あまりにも唐突すぎて姫は魔王に対して警戒心を抱く。


魔王はそれを察知したのか、少し態度を和らげた━━━気がした。


「……確かに言ったが、それは『姫一人では』の場合だ。逆に言えば、付き人がいれば街に出てもらっても構わない」


「……付き人って、もしかしてリルラのこと?」


「……仲が良いようだから、姫が街に行くのであれば一緒に行ってくるといい。嫌ならばそれでも構わぬが」


「……なぜ、このタイミングで?」


「……」


「一切の打算なしで……言ってるわけではないわよね?」


魔王が唐突なのは……今更な気がしないでもないけど、明らかに今回はおかしい。


街へ行くことが……人間である姫が魔族の巣窟へ行くということがどういうことか、この魔王が分かっていないはずがない。

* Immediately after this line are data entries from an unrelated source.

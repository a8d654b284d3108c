import sharp from 'sharp';
import type { Browser, Page } from 'playwright-core';
import { afterAll, beforeAll, describe, expect, it } from 'vitest';
import { audit, baseUrl, launch, screenshot, signIn, waitForMail } from './browser';

let browser: Browser;
beforeAll(async () => {
  browser = await launch();
});
afterAll(async () => {
  await browser.close();
});

// Demo data (apps/api/seeders): Maren is a plain member, the moderator account holds the moderator role.
const AUTHOR = 'maren@larkspit.example';
const MODERATOR = 'moderator@larkspit.example';
const TITLE = 'A kellet halfway down the rode for a crowded anchorage';
const LINK = 'https://example.org/kellet-notes';

const picture = () =>
  sharp({ create: { width: 640, height: 400, channels: 3, background: '#3b6e8f' } })
    .png()
    .toBuffer();

async function newPage(width = 1280): Promise<Page> {
  return browser.newPage({ viewport: { width, height: 1000 } });
}

/** Signs out through the navigation's own button. */
async function signOut(page: Page) {
  await page.getByRole('button', { name: /^Account/ }).click();
  await page.getByRole('button', { name: 'Sign out' }).click();
  await page
    .getByRole('navigation', { name: 'Main' })
    .getByRole('link', { name: 'Sign in' })
    .waitFor({ timeout: 15000 });
}

describe('shared knowledge in Chromium', () => {
  let postUrl = '';

  it('a member writes a formatted post with an image and a setup block, then signs out', async () => {
    const page = await newPage();
    await signIn(page, AUTHOR);
    await page.goto(`${baseUrl()}/knowledge/new`);
    await page.getByLabel('Title').fill(TITLE);
    await page.getByLabel('Topic').selectOption({ label: 'Anchoring' });

    const body = page.getByRole('textbox', { name: 'Post' });
    await body.click();
    const tool = (name: string) =>
      page.getByRole('toolbar', { name: 'Formatting' }).getByRole('button', { name, exact: true });
    await tool('Heading').click();
    await page.keyboard.type('Why a kellet');
    await page.keyboard.press('Enter');
    await page.keyboard.type('A ');
    await tool('Bold').click();
    await page.keyboard.type('kellet');
    await tool('Bold').click();
    await page.keyboard.type(' lowers the angle of pull and shortens the swing.');
    await page.keyboard.press('Enter');
    await tool('Bulleted list').click();
    await page.keyboard.type('Shackle moused with monel wire');
    await page.keyboard.press('Enter');
    await page.keyboard.type('Chafe gear where the rode meets the roller');
    await page.keyboard.press('Enter');
    await page.keyboard.press('Enter');
    await page.keyboard.type('More in the notes');
    for (let i = 0; i < 'notes'.length; i++) await page.keyboard.press('Shift+ArrowLeft');
    await tool('Link').click();
    const linkDialog = page.getByRole('dialog', { name: 'Add a link' });
    await linkDialog.getByLabel('Link address').fill('javascript:alert(1)');
    await linkDialog.getByRole('button', { name: 'Save link' }).click();
    await linkDialog.getByText(/web address/).waitFor();
    await linkDialog.getByLabel('Link address').fill(LINK);
    await linkDialog.getByRole('button', { name: 'Save link' }).click();
    await linkDialog.waitFor({ state: 'hidden' });
    await expect.poll(() => body.locator(`a[href="${LINK}"]`).count()).toBe(1);
    await page.keyboard.press('End');
    await page.keyboard.press('Enter');
    await page
      .getByLabel('Image file')
      .setInputFiles({ name: 'kellet-rig.png', mimeType: 'image/png', buffer: await picture() });
    await expect.poll(() => body.locator('img').count(), { timeout: 15000 }).toBe(1);

    await page.getByLabel(/Add a tackle setup block/).check();
    await page.getByLabel('Boat name or type').fill('10 m cruising sloop');
    await page.getByLabel('Length overall (m)').fill('10');
    await page.getByLabel('Beam (m)').fill('3.4');
    await page.getByLabel('Anchor mass (kg)').fill('16');
    await page.getByLabel('Chain trade size (in)').fill('0.3125');
    await page.getByLabel('Chain length (m)').fill('50');
    await page.getByLabel('Nylon snubber diameter (mm)').fill('16');
    await page.getByLabel('Snubber length (m)').fill('6');
    await page.getByLabel('Anchor shackle size (in)').fill('0.375');

    await audit(page, 'post editor with setup block');
    await page.getByRole('button', { name: 'Send to the moderators' }).click();
    await page.waitForURL(/\/knowledge\/\d+$/, { timeout: 15000 });
    postUrl = page.url();
    await page.getByRole('heading', { name: TITLE }).waitFor({ timeout: 15000 });
    await expect.poll(() => page.getByText('Waiting for a moderator').count()).toBe(1);
    await signOut(page);

    // Signed out, the pending post is not for others to read.
    await page.goto(postUrl);
    await page.getByText(/Couldn't open this post/).waitFor({ timeout: 15000 });
    await page.close();
  });

  it('a moderator sees it waiting, approves it from the queue, and the author is told', async () => {
    const page = await newPage();
    await signIn(page, MODERATOR);
    const nav = page.getByRole('navigation', { name: 'Main' });
    const desks = nav.getByRole('button', { name: /^Desks, \d+ waiting$/ });
    await desks.waitFor({ timeout: 15000 });
    await desks.click();
    const item = nav.getByRole('link', { name: /^Moderation, \d+ waiting$/ });
    await item.waitFor({ timeout: 15000 });
    const before = Number((await item.getAttribute('aria-label'))?.match(/\d+/)?.[0]);
    expect(before).toBeGreaterThan(0);
    await item.click();
    await page.getByRole('button', { name: `Publish “${TITLE}”` }).waitFor({ timeout: 15000 });
    await audit(page, 'moderation queue');
    await page.getByRole('button', { name: `Publish “${TITLE}”` }).click();
    await expect
      .poll(() => page.getByRole('button', { name: `Publish “${TITLE}”` }).count(), {
        timeout: 15000,
      })
      .toBe(0);
    await expect
      .poll(
        () =>
          // The Desks menu has closed; its button carries the same count.
          nav
            .getByRole('button', {
              name: before - 1 > 0 ? `Desks, ${before - 1} waiting` : 'Desks',
              exact: true,
            })
            .count(),
        { timeout: 15000 },
      )
      .toBe(1);
    const mail = await waitForMail(AUTHOR, 'Your post is published', 15000, TITLE);
    expect(mail.text).toContain(TITLE);
    await page.close();
  });

  it('a visitor finds the post by a misspelt word and reads it, formatting, image and setup intact', async () => {
    const page = await newPage();
    await page.goto(`${baseUrl()}/knowledge`);
    await page.getByLabel('Search posts').fill('kelet');
    await page.getByRole('button', { name: 'Search', exact: true }).click();
    const link = page.getByRole('link', { name: TITLE });
    await link.waitFor({ timeout: 15000 });
    expect(page.url()).toMatch(/q=kelet/);
    await expect.poll(() => page.locator('mark').count()).toBeGreaterThan(0);
    await link.click();
    await page.getByRole('heading', { name: TITLE, level: 1 }).waitFor({ timeout: 15000 });
    const article = page.locator('article');
    await expect.poll(() => article.locator('h2', { hasText: 'Why a kellet' }).count()).toBe(1);
    await expect.poll(() => article.locator('strong', { hasText: 'kellet' }).count()).toBe(1);
    await expect.poll(() => article.locator('ul > li').count()).toBe(2);
    await expect.poll(() => article.locator(`a[href="${LINK}"]`).count()).toBe(1);
    const img = article.locator('img');
    await expect.poll(() => img.count()).toBe(1);
    await expect
      .poll(() => img.evaluate((el) => (el as HTMLImageElement).naturalWidth), { timeout: 15000 })
      .toBeGreaterThan(0);
    await page.getByRole('heading', { name: /Tackle setup/i }).waitFor();
    const card = page.getByRole('region', { name: /Tackle setup/ });
    await expect.poll(() => card.getByText('Weakest link', { exact: true }).count()).toBe(1);
    await expect.poll(() => card.getByText('Design load', { exact: true }).count()).toBe(1);
    await expect.poll(() => card.getByText(/manufacturer|maker/i).count()).toBeGreaterThan(0);
    await audit(page, 'published post with setup card');
    await screenshot(page, 'knowledge-post-1280');
    await page.setViewportSize({ width: 390, height: 900 });
    await expect
      .poll(() => page.evaluate(() => document.documentElement.scrollWidth))
      .toBeLessThanOrEqual(390);
    await screenshot(page, 'knowledge-post-390');
    await page.close();
  });

  let reportedTitle = '';

  it('a member reports a listing from the exchange', async () => {
    const page = await newPage(390);
    await signIn(page, AUTHOR);
    await page.goto(`${baseUrl()}/exchange`);
    const links = page.locator('main a[href^="/exchange/listings/"]');
    await links.first().waitFor({ timeout: 15000 });
    const hrefs = await links.evaluateAll((els) => els.map((a) => a.getAttribute('href') ?? ''));
    for (const href of [...new Set(hrefs)].slice(0, 8)) {
      await page.goto(`${baseUrl()}${href}`);
      await page.getByRole('heading', { level: 1 }).waitFor({ timeout: 15000 });
      if ((await page.getByText('Report this listing').count()) === 0) continue;
      reportedTitle = (await page.getByRole('heading', { level: 1 }).innerText()).trim();
      await page.getByText('Report this listing').click();
      await page.getByLabel('What is wrong?').fill('The photos show a different anchor type');
      await page.getByRole('button', { name: 'Send report' }).click();
      await page.getByText(/the moderators will look at it/).waitFor({ timeout: 15000 });
      break;
    }
    expect(reportedTitle).not.toBe('');
    await page.close();
  });

  it('a moderator hides the reported listing from the queue, and the log says why', async () => {
    const page = await newPage(390);
    await signIn(page, MODERATOR);
    await page.goto(`${baseUrl()}/moderation`);
    const section = page.getByRole('region', { name: /^Listings reported/ });
    await section.getByText('The photos show a different anchor type').waitFor({ timeout: 15000 });
    await expect.poll(() => section.getByText(/Maren Tiller reported a listing/).count()).toBe(1);
    await section.getByRole('button', { name: `Hide listing “${reportedTitle}”` }).click();
    const dialog = page.getByRole('dialog', { name: `Hide “${reportedTitle}”?` });
    await dialog.getByLabel('Reason').fill('Misdescribed: the photos are of another anchor');
    await audit(page, 'hide listing dialog');
    await dialog.getByRole('button', { name: 'Hide listing' }).click();
    await expect
      .poll(
        () => section.getByRole('button', { name: `Hide listing “${reportedTitle}”` }).count(),
        {
          timeout: 15000,
        },
      )
      .toBe(0);
    await page.goto(`${baseUrl()}/moderation/log`);
    await page
      .getByText('Misdescribed: the photos are of another anchor')
      // The log is a table at desktop and cards on a phone; only one of them shows.
      .filter({ visible: true })
      .waitFor({ timeout: 15000 });
    await page.close();
  });

  it('an admin adds a topic on the topics screen and it is offered in the editor', async () => {
    const page = await newPage(390);
    await signIn(page, 'admin@larkspit.example');
    await page.goto(`${baseUrl()}/admin/users`);
    await page
      .getByRole('navigation', { name: 'Admin sections' })
      .getByRole('link', { name: 'Topics' })
      .click();
    const add = page.getByRole('region', { name: 'Add a topic' });
    await add.getByLabel(/Topic name/).fill('Kedging and warping');
    await add.getByRole('button', { name: 'Add topic' }).click();
    await page.getByText('Added “Kedging and warping”.').waitFor({ timeout: 15000 });
    await audit(page, 'admin topics');
    await page.getByRole('button', { name: 'Move “Kedging and warping” up' }).click();
    await expect
      .poll(() => page.getByRole('button', { name: 'Move “Kedging and warping” up' }).isEnabled(), {
        timeout: 15000,
      })
      .toBe(true);
    await page.goto(`${baseUrl()}/knowledge/new`);
    await expect
      .poll(
        () =>
          page.getByLabel('Topic').locator('option', { hasText: 'Kedging and warping' }).count(),
        {
          timeout: 15000,
        },
      )
      .toBe(1);
    await page.close();
  });
});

「……詳しいことは言えぬ。だが少なくとも、我にとってもにとっても悪いことではないのだ。……それでどうする?」


「……私は」


魔王への返答に困っていると。




「一緒に行こうなのだ!」


姫が後ろを振り返ると、リルラが無邪気な笑みを浮かべ立っていた。


「リルラ!いつの間に」


「リルは王女様と一緒に街へ行きたいのだ!」


「……でも何があるかも分からないのよ?」


「そんなの心配いらないのだ!」


リルラは胸に握り拳を軽く当てる。


「だってリルが王女様を守ればいいだけなのだ!」


「リルラ……」


「それに王女様、最近特訓ばっかりなのだ!たまには息抜きもいいと思うのだ!」


「……だそうだ。どうする?」


魔王が再び問いかけてくるので姫はしばし魔王を睨み━━━━溜め息をついた。


「……私は、まだあなたの言葉を信用しきったわけじゃありません。……ですが今回はリルラに免じてあなたの思惑に乗せられてあげます」


「……あぁ、それで構わない。」





「……というわけでいざ出発なのだ!」


姫とリルラは現在、魔王城の入り口にいた。


「ね、ねぇリルラ……私はこの格好じゃないと駄目なの?」


姫の格好は、白のキャミソールに紺のショートパンツという出で立ちだ。


特訓のときは意識しないでいたが、街に出るとなると他の魔族にも見られる。想像しただけで恥ずかしい。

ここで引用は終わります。